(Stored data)
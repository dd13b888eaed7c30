import type { InStatement, InValue } from '@libsql/client'
import type { AnyRecordedEvent } from '../../../utils/custody/event'
import { fold, type FoldResult } from '../../../utils/custody/fold'
import type { Movement } from '../../../utils/custody/movement'
import { cacheRow } from '../../../utils/custody/row'
import type { CylinderState } from '../../../utils/custody/state'
import type { StockChange } from '../../../utils/custody/stockChange'
import type { Directory } from '../directory/directory'
import { foldContext, rowContext, type RuledRowContext } from './foldContext'
import type { Group } from './group'
import type { LogRow } from './logRow'
import type { Guard } from './posting'

const NO_GUARD: Guard = { sql: '1', args: [] }

/**
 * What the caches must hold after a group of events. Every statement stands under the condition that the last event of
 * its cylinder was written: the loser of a race changes no cache.
 */
export function cacheStatements(group: Group): InStatement[] {
  return group.touched().flatMap(({ cylinderId, events, added }) => {
    const last = added.at(-1)!
    const guard: Guard = {
      sql: 'EXISTS (SELECT 1 FROM custody_events WHERE id = ? AND cylinder_id = ? AND version = ? AND hash = ?)',
      args: [last.id, last.cylinder_id, last.version, last.hash],
    }
    const folded = fold(events, foldContext(group.directory))
    const context = rowContext(group.directory, last.recorded_at, group.codesOnTwo(cylinderId))
    return [
      upsertCylinder(cylinderId, folded.state, context, guard),
      ...bookStatements(cylinderId, folded, added, guard),
      ...claimStatements(cylinderId, folded, added, guard),
    ]
  })
}

/** The caches of one cylinder, made from its whole log and under no condition: for a rebuild. */
export function rebuiltCache(cylinderId: string, events: readonly AnyRecordedEvent[], from: Directory, nowMs: number): InStatement[] {
  const folded = fold(events, foldContext(from))
  return [
    upsertCylinder(cylinderId, folded.state, rowContext(from, nowMs), NO_GUARD),
    ...bookStatements(cylinderId, folded, null, NO_GUARD),
    ...claimStatements(cylinderId, folded, null, NO_GUARD),
  ]
}

/**
 * The row of a cylinder from its cached state, where something outside its events has changed. A row that another
 * process has meanwhile made of a later event stays.
 */
export function refreshedRow(cylinderId: string, state: CylinderState, context: RuledRowContext): InStatement {
  return upsertCylinder(cylinderId, state, context, {
    sql: 'EXISTS (SELECT 1 FROM cylinders WHERE id = ? AND version = ?)',
    args: [cylinderId, state.version],
  })
}

/** The row of a cylinder by column. */
export function cylinderColumns(cylinderId: string, state: CylinderState, context: RuledRowContext): Record<string, InValue> {
  return { id: cylinderId, ...snakeCase(cacheRow(state, context)), state: JSON.stringify(state), ruled_by: context.ruledBy }
}

function upsertCylinder(cylinderId: string, state: CylinderState, context: RuledRowContext, guard: Guard): InStatement {
  const columns = cylinderColumns(cylinderId, state, context)
  const names = Object.keys(columns)
  return {
    sql: `INSERT INTO cylinders (${names.join(', ')}) SELECT ${names.map(() => '?').join(', ')} WHERE ${guard.sql}
      ON CONFLICT (id) DO UPDATE SET ${names.filter(name => name !== 'id').map(name => `${name} = excluded.${name}`).join(', ')}`,
    args: [...Object.values(columns), ...guard.args],
  }
}

/**
 * The books: movements, and changes of stock. Only the new events' where these came last in effect; all of the
 * cylinder's where they changed what came after.
 */
function bookStatements(cylinderId: string, folded: FoldResult, added: readonly LogRow[] | null, guard: Guard): InStatement[] {
  if (added && cameLast(folded, added)) {
    const ids = new Set(added.map(row => row.id))
    return [
      ...folded.movements.filter(one => ids.has(one.eventId)).map(one => insertMovement(cylinderId, one, guard)),
      ...folded.stockChanges.filter(one => ids.has(one.eventId)).map(one => insertStockChange(cylinderId, one, guard)),
    ]
  }
  return [
    { sql: `DELETE FROM movements WHERE cylinder_id = ? AND ${guard.sql}`, args: [cylinderId, ...guard.args] },
    { sql: `DELETE FROM stock_changes WHERE cylinder_id = ? AND ${guard.sql}`, args: [cylinderId, ...guard.args] },
    ...folded.movements.map(one => insertMovement(cylinderId, one, guard)),
    ...folded.stockChanges.map(one => insertStockChange(cylinderId, one, guard)),
  ]
}

/** Kinds that change what other events put into the books: what they say, where they stand, or that they count. */
const CHANGES_EARLIER: readonly string[] = ['corrected', 'registered', 'countersigned']

function cameLast(folded: FoldResult, added: readonly LogRow[]): boolean {
  if (added.some(row => CHANGES_EARLIER.includes(row.kind))) return false
  const ids = new Set(added.map(row => row.id))
  return folded.steps.slice(-added.length).every(step => ids.has(step.eventId))
}

function insertMovement(cylinderId: string, one: Movement, guard: Guard): InStatement {
  return {
    sql: `INSERT INTO movements (cylinder_id, event_id, ordinal, cause, refrigerant, owner_id, grams, at, apart) SELECT ?, ?, ?, ?, ?, ?, ?, ?, ? WHERE ${guard.sql}`,
    args: [cylinderId, one.eventId, one.ordinal, one.cause, one.refrigerant, one.ownerId, one.grams, one.at, one.apart ? 1 : 0, ...guard.args],
  }
}

function insertStockChange(cylinderId: string, one: StockChange, guard: Guard): InStatement {
  return {
    sql: `INSERT INTO stock_changes (cylinder_id, event_id, ordinal, refrigerant, owner_id, grams, not_known, weighed_variance, found_variance, at, apart)
      SELECT ?, ?, ?, ?, ?, ?, ?, ?, ?, ?, ? WHERE ${guard.sql}`,
    args: [
      cylinderId, one.eventId, one.ordinal, one.refrigerant, one.ownerId, one.grams, one.notKnown, one.weighedVariance, one.foundVariance,
      one.at, one.apart ? 1 : 0, ...guard.args,
    ],
  }
}

/** The codes that the cylinder's `labelled` events claim, where a new event can have changed them. */
function claimStatements(cylinderId: string, { labelClaims }: FoldResult, added: readonly LogRow[] | null, guard: Guard): InStatement[] {
  if (added && !added.some(row => row.kind === 'labelled' || row.kind === 'corrected')) return []
  return [
    { sql: `DELETE FROM label_claims WHERE cylinder_id = ? AND ${guard.sql}`, args: [cylinderId, ...guard.args] },
    ...labelClaims.map(claim => ({
      sql: `INSERT INTO label_claims (event_id, code, cylinder_id, effective_at, device_id, device_seq) SELECT ?, ?, ?, ?, ?, ? WHERE ${guard.sql}`,
      args: [claim.eventId, claim.code, cylinderId, claim.effectiveAt, claim.deviceId, claim.deviceSeq, ...guard.args],
    })),
  ]
}

function snakeCase(columns: object): Record<string, InValue> {
  return Object.fromEntries(Object.entries(columns).map(([key, value]) => [
    key.replace(/[A-Z]/g, letter => `_${letter.toLowerCase()}`),
    typeof value === 'boolean' ? Number(value) : value as InValue,
  ]))
}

Exercise goal. Each line above that contains the string "corrected" should be copied.

Response to this task.
const CHANGES_EARLIER: readonly string[] = ['corrected', 'registered', 'countersigned']
  if (added && !added.some(row => row.kind === 'labelled' || row.kind === 'corrected')) return []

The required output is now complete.